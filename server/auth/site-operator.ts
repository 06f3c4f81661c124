import { and, asc, eq, sql } from 'drizzle-orm';
import type { Queryable } from '../db/client.js';
import { memberships } from '../db/schema/groups.js';
import { users } from '../db/schema/users.js';

/**
 * The site operator is the person who runs this installation. Only they may read the
 * local mail outbox, which holds every group's reset and invitation links: a group
 * admin reading it could take over accounts of other groups. A local set-up gives the
 * role to its first admin (the preferred e-mail if given, else the admin who joined
 * first); nothing happens when someone already holds it. Returns the operator's e-mail.
 */
export async function ensureSiteOperator(q: Queryable, preferredEmail?: string): Promise<string | null> {
  const [current] = await q.select({ email: users.email }).from(users).where(eq(users.siteOperator, true)).limit(1);
  if (current) return current.email;
  const [first] = await q
    .select({ id: users.id, email: users.email })
    .from(memberships)
    .innerJoin(users, eq(users.id, memberships.userId))
    .where(and(eq(memberships.role, 'admin'), preferredEmail ? eq(users.email, preferredEmail) : sql`true`))
    .orderBy(asc(memberships.joinedAt), asc(users.email))
    .limit(1);
  if (!first) return preferredEmail ? ensureSiteOperator(q) : null;
  await q.update(users).set({ siteOperator: true }).where(eq(users.id, first.id));
  return first.email;
}
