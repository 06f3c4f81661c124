import { Router } from 'express';
import { confirmPasswordResetRoute, requestPasswordResetRoute, sessionRoute, signInRoute, signOutRoute } from '../../shared/api/auth.js';
import type { Db } from '../db/client.js';
import { mountRoute } from '../http/mount-route.js';
import type { AuthService } from './auth-service.js';
import { signedInUser } from './authenticate.js';
import { checkCsrf } from './csrf.js';
import { SessionService } from './session-service.js';
import { clearSessionCookies, csrfCookie, setCsrfCookie } from './session-cookies.js';
import { accountAndIpLimiters, attemptLimiter, type AttemptLimit, type AttemptLimits } from './sign-in-limit.js';

interface AuthRouteDeps {
  db: Db;
  auth: AuthService;
  jwtSecret: string;
  secureCookies: boolean;
  signInLimits: AttemptLimits;
  resetRequestLimits: AttemptLimits;
  linkLimit: AttemptLimit;
  log: (msg: string, err: unknown) => void;
}

/** /api/auth/… */
export function authRoutes(d: AuthRouteDeps): Router {
  const router = Router();
  const sessions = new SessionService(d.db, { jwtSecret: d.jwtSecret, secureCookies: d.secureCookies });

  // Failed sign-ins only are counted, per account and per IP apart.
  mountRoute(
    router,
    signInRoute,
    async ({ body }, req, res) => {
      const user = await d.auth.signIn(body.email, body.password, req.ip);
      const csrf = await sessions.open(req, res, user.id);
      return sessions.describe(user, csrf);
    },
    { before: accountAndIpLimiters(d.signInLimits, 'failed sign-in', true) },
  );

  mountRoute(router, signOutRoute, async (_input, req, res) => {
    checkCsrf(req);
    if (req.auth?.via === 'cookie') await d.auth.signOut(req.auth.user.id, req.auth.sessionId!, req.ip);
    clearSessionCookies(res, d.secureCookies);
  });

  mountRoute(router, sessionRoute, async (_input, req, res) => {
    const user = signedInUser(req);
    let csrf = '';
    if (req.auth?.via === 'cookie') {
      csrf = req.auth.csrfToken!;
      // A lost or stale pw_csrf cookie would make every later POST fail: set it again.
      if ((req.cookies as Record<string, string | undefined>)[csrfCookie] !== csrf) setCsrfCookie(res, csrf, d.secureCookies);
    }
    return sessions.describe(user, csrf);
  });

  // Answers first, then looks the e-mail up and mails: known and unknown e-mails take the same time.
  mountRoute(
    router,
    requestPasswordResetRoute,
    ({ body }, req, res) => {
      res.once('finish', () => {
        d.auth.requestPasswordReset(body.email, req.ip).catch((err: unknown) => d.log(`[poleward] password reset for ${body.email} failed:`, err));
      });
      return { message: 'If an account has this e-mail, a reset link is on its way.' };
    },
    { before: accountAndIpLimiters(d.resetRequestLimits, 'password-reset', false) },
  );

  mountRoute(
    router,
    confirmPasswordResetRoute,
    async ({ body }) => {
      await d.auth.confirmPasswordReset(body.token, body.password);
    },
    { before: [attemptLimiter({ limit: d.linkLimit, what: 'password-reset link', per: 'ip', failuresOnly: true })] },
  );

  return router;
}
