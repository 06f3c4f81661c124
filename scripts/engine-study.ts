/**
 * `engine study`: a parameter study or a tolerance ensemble from the command line
 * (shared/engine/study). Prints JSON.
 *
 *   npm run engine -- study MODEL.json --param PATH --values FROM:TO:COUNT|V1,V2,… --emin A --emax B --gmax G
 *       [--param2 PATH --values2 …] [--probes P] [--seed S] [--max-nodes M] [--map-points N]
 *   npm run engine -- study MODEL.json --ensemble N --emin A --emax B --gmax G
 *       [--roughness-nm R --correlation-nm L] [--seed S] [--follow E]
 *       [--jitter PATH:SIGMA[:dimension|lead-width|gate-offset]]… [--disorder]
 *       [--tolerance-energy A:B] [--tolerance-width A:B] [--tolerance-q A:B] [--bins K]
 *
 * A study prints every step's poles, the linked trajectories and the marks
 * (crossing, avoided crossing, width exchange), and with --map-points N the
 * transmission map T(E, p) (N energies per step); an ensemble prints each
 * realisation (its seed, what was drawn, its poles) and the statistics of the
 * followed resonance (default: the nominal pole nearest the window's middle).
 */
import { parseParameterValues } from '../shared/engine/study/parameter-values';
import { runStudy } from '../shared/engine/study/study-run';
import { runEnsemble } from '../shared/engine/study/ensemble-run';
import { ensembleReport, studyReport } from '../shared/engine/study/study-report';
import type { EnsembleDefinition, JitterKind, JitterSpec, Range } from '../shared/engine/study/ensemble-definition';
import type { StudyDefinition } from '../shared/engine/study/study-definition';

export class StudyUsageError extends Error {}

const VALUE_FLAGS = [
  'param',
  'values',
  'param2',
  'values2',
  'emin',
  'emax',
  'gmax',
  'probes',
  'seed',
  'max-nodes',
  'ensemble',
  'roughness-nm',
  'correlation-nm',
  'follow',
  'jitter',
  'tolerance-energy',
  'tolerance-width',
  'tolerance-q',
  'bins',
  'map-points',
];
const JITTER_KINDS: JitterKind[] = ['dimension', 'lead-width', 'gate-offset'];

function numberFlag(flags: Map<string, string[]>, name: string, opts: { integer?: boolean; min?: number } = {}): number | undefined {
  const text = flags.get(name)?.at(-1);
  if (text === undefined) return undefined;
  const v = Number(text);
  if (text.trim() === '' || !Number.isFinite(v)) throw new StudyUsageError(`--${name} needs a number, got '${text}'`);
  if (opts.integer && !Number.isInteger(v)) throw new StudyUsageError(`--${name} must be an integer, got '${text}'`);
  if (opts.min !== undefined && v < opts.min) throw new StudyUsageError(`--${name} must be ≥ ${opts.min}, got '${text}'`);
  return v;
}

function range(flags: Map<string, string[]>, name: string): Range | undefined {
  const text = flags.get(name)?.at(-1);
  if (text === undefined) return undefined;
  const m = /^\s*([-+0-9.eE]*)\s*:\s*([-+0-9.eE]*)\s*$/.exec(text);
  if (!m || (m[1] === '' && m[2] === '')) throw new StudyUsageError(`--${name} needs MIN:MAX (either may be left empty), got '${text}'`);
  const out: Range = {};
  if (m[1] !== '') out.min = Number(m[1]);
  if (m[2] !== '') out.max = Number(m[2]);
  if ((out.min !== undefined && !Number.isFinite(out.min)) || (out.max !== undefined && !Number.isFinite(out.max)))
    throw new StudyUsageError(`--${name}: '${text}' is not MIN:MAX`);
  return out;
}

function values(flags: Map<string, string[]>, name: string): number[] {
  const text = flags.get(name)?.at(-1);
  if (text === undefined) throw new StudyUsageError(`a study needs --${name}`);
  try {
    return parseParameterValues(text);
  } catch (err) {
    throw new StudyUsageError(`--${name}: ${(err as Error).message}`);
  }
}

export function runStudyCommand(model: unknown, rest: string[]): unknown {
  const flags = new Map<string, string[]>();
  let disorder = false;
  for (let k = 0; k < rest.length; k++) {
    const arg = rest[k];
    if (arg === '--disorder') {
      disorder = true;
      continue;
    }
    if (!arg.startsWith('--')) throw new StudyUsageError(`unexpected argument '${arg}'`);
    const name = arg.slice(2);
    if (!VALUE_FLAGS.includes(name)) throw new StudyUsageError(`unknown flag --${name} for 'study'`);
    const value = rest[++k];
    if (value === undefined) throw new StudyUsageError(`--${name} needs a value`);
    flags.set(name, [...(flags.get(name) ?? []), value]);
  }
  for (const need of ['emin', 'emax', 'gmax']) if (!flags.has(need)) throw new StudyUsageError(`'study' needs --${need}`);
  const window = { emin: numberFlag(flags, 'emin')!, emax: numberFlag(flags, 'emax')!, gammaMax: numberFlag(flags, 'gmax')! };
  const search = {
    probes: numberFlag(flags, 'probes', { integer: true, min: 1 }),
    maxNodes: numberFlag(flags, 'max-nodes', { integer: true, min: 1 }),
  };
  const ensemble = numberFlag(flags, 'ensemble', { integer: true, min: 1 });
  if (ensemble === undefined) {
    if (!flags.has('param')) throw new StudyUsageError("'study' needs --param PATH --values … (a parameter study) or --ensemble N (a tolerance ensemble)");
    for (const f of ['roughness-nm', 'correlation-nm', 'follow', 'jitter', 'tolerance-energy', 'tolerance-width', 'tolerance-q', 'bins']) {
      if (flags.has(f)) throw new StudyUsageError(`--${f} belongs to an ensemble (--ensemble N)`);
    }
    const parameters = [{ path: flags.get('param')!.at(-1)!, values: values(flags, 'values') }];
    if (flags.has('param2')) parameters.push({ path: flags.get('param2')!.at(-1)!, values: values(flags, 'values2') });
    const def: StudyDefinition = {
      model,
      parameters,
      window,
      search: { ...search, seed: numberFlag(flags, 'seed', { integer: true, min: 0 }) },
      transmissionPoints: numberFlag(flags, 'map-points', { integer: true, min: 0 }),
    };
    try {
      return studyReport(def, runStudy(def));
    } catch (err) {
      if (err instanceof RangeError) throw new StudyUsageError(err.message);
      throw err;
    }
  }
  if (flags.has('param')) throw new StudyUsageError('give either --param (a study) or --ensemble (an ensemble), not both');
  if (flags.has('map-points')) throw new StudyUsageError('--map-points belongs to a parameter study (--param), not an ensemble');
  const jitter: JitterSpec[] = (flags.get('jitter') ?? []).map((text) => {
    const [path, sigma, kind = 'dimension'] = text.split(':');
    const s = Number(sigma);
    if (!path || sigma === undefined || !Number.isFinite(s) || s < 0) throw new StudyUsageError(`--jitter needs PATH:SIGMA[:KIND], got '${text}'`);
    if (!JITTER_KINDS.includes(kind as JitterKind)) throw new StudyUsageError(`--jitter kind must be one of ${JITTER_KINDS.join(', ')}, got '${kind}'`);
    return { path, sigma: s, kind: kind as JitterKind };
  });
  const rms = numberFlag(flags, 'roughness-nm', { min: 0 });
  const corr = numberFlag(flags, 'correlation-nm', { min: 0 });
  if (corr !== undefined && rms === undefined) throw new StudyUsageError('--correlation-nm needs --roughness-nm');
  const def: EnsembleDefinition = {
    model,
    window,
    search,
    realisations: ensemble,
    seed: numberFlag(flags, 'seed', { integer: true, min: 0 }) ?? 1,
    roughness: rms === undefined ? null : { rmsNm: rms, correlationNm: corr ?? 0 },
    jitter,
    disorder,
    follow: { energy: numberFlag(flags, 'follow') ?? (window.emin + window.emax) / 2 },
    tolerances: { energy: range(flags, 'tolerance-energy'), width: range(flags, 'tolerance-width'), quality: range(flags, 'tolerance-q') },
    bins: numberFlag(flags, 'bins', { integer: true, min: 1 }),
  };
  try {
    return ensembleReport(runEnsemble(def));
  } catch (err) {
    if (err instanceof RangeError) throw new StudyUsageError(err.message);
    throw err;
  }
}
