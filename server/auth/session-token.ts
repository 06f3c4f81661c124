import { createSecretKey, type KeyObject } from 'node:crypto';
import jwt from 'jsonwebtoken';

/**
 * The HMAC key object of each secret, made once: given the secret as a string,
 * jsonwebtoken first tries to parse it as a public key (createPublicKey, which throws)
 * and then makes a secret key, on every sign and verify. An installation has one or two
 * secrets (tests make a few), so the map stays tiny.
 */
const keys = new Map<string, KeyObject>();

function hmacKey(secret: string): KeyObject {
  let key = keys.get(secret);
  if (!key) {
    key = createSecretKey(Buffer.from(secret, 'utf8'));
    keys.set(secret, key);
  }
  return key;
}

/** Sessions last 12 hours; the cookie's Max-Age and the session row's expiry match. */
export const sessionLifetimeSeconds = 12 * 60 * 60;

/**
 * The JWT carries the user id (`sub`) and the session row's id (`jti`): the row decides
 * whether the session still holds (sign-out and password resets revoke it).
 */
export function signSessionToken(userId: string, sessionId: string, secret: string, lifetimeSeconds = sessionLifetimeSeconds): string {
  return jwt.sign({}, hmacKey(secret), { subject: userId, jwtid: sessionId, expiresIn: lifetimeSeconds, algorithm: 'HS256' });
}

interface SessionClaims {
  userId: string;
  sessionId: string;
}

/**
 * Null for a tampered, expired or malformed token; the caller answers 401. Only HS256
 * is accepted, and a token without an expiry or a session id is refused: jsonwebtoken
 * would accept one without `exp` for ever.
 */
export function verifySessionToken(token: string, secret: string): SessionClaims | null {
  try {
    const claims = jwt.verify(token, hmacKey(secret), { algorithms: ['HS256'] });
    if (typeof claims === 'string' || typeof claims.sub !== 'string' || typeof claims.jti !== 'string') return null;
    if (typeof claims.exp !== 'number') return null;
    return { userId: claims.sub, sessionId: claims.jti };
  } catch {
    return null;
  }
}
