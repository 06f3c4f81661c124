import { eq, sql } from 'drizzle-orm';
import type { Queryable } from '../db/client.js';
import { memberships, researchGroups } from '../db/schema/groups.js';
import { users } from '../db/schema/users.js';
import type { GroupOfUser } from '../../shared/api/auth.js';

export type UserRow = typeof users.$inferSelect;

export function normaliseEmail(email: string): string {
  return email.trim().toLowerCase();
}

export async function findUserByEmail(q: Queryable, email: string): Promise<UserRow | undefined> {
  const [row] = await q
    .select()
    .from(users)
    .where(eq(users.email, normaliseEmail(email)));
  return row;
}

export async function findUserById(q: Queryable, id: string): Promise<UserRow | undefined> {
  const [row] = await q.select().from(users).where(eq(users.id, id));
  return row;
}

export async function insertUser(q: Queryable, values: { email: string; name: string; passwordHash: string }): Promise<UserRow> {
  const [row] = await q
    .insert(users)
    .values({ ...values, email: normaliseEmail(values.email) })
    .returning();
  return row!;
}

/** Also moves password_changed_at, which ends every session issued before. */
export async function updatePasswordHash(q: Queryable, userId: string, passwordHash: string): Promise<void> {
  await q
    .update(users)
    .set({ passwordHash, passwordChangedAt: sql`now()` })
    .where(eq(users.id, userId));
}

export async function groupsOfUser(q: Queryable, userId: string): Promise<GroupOfUser[]> {
  return q
    .select({ id: researchGroups.id, name: researchGroups.name, slug: researchGroups.slug, role: memberships.role })
    .from(memberships)
    .innerJoin(researchGroups, eq(researchGroups.id, memberships.groupId))
    .where(eq(memberships.userId, userId))
    .orderBy(researchGroups.name);
}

* **Work instruction**
Your answer should be each line of the data that contains the word "KeyObject", copied as it stands.

* **Solved exercise**
import { createSecretKey, type KeyObject } from 'node:crypto';
const keys = new Map<string, KeyObject>();
function hmacKey(secret: string): KeyObject {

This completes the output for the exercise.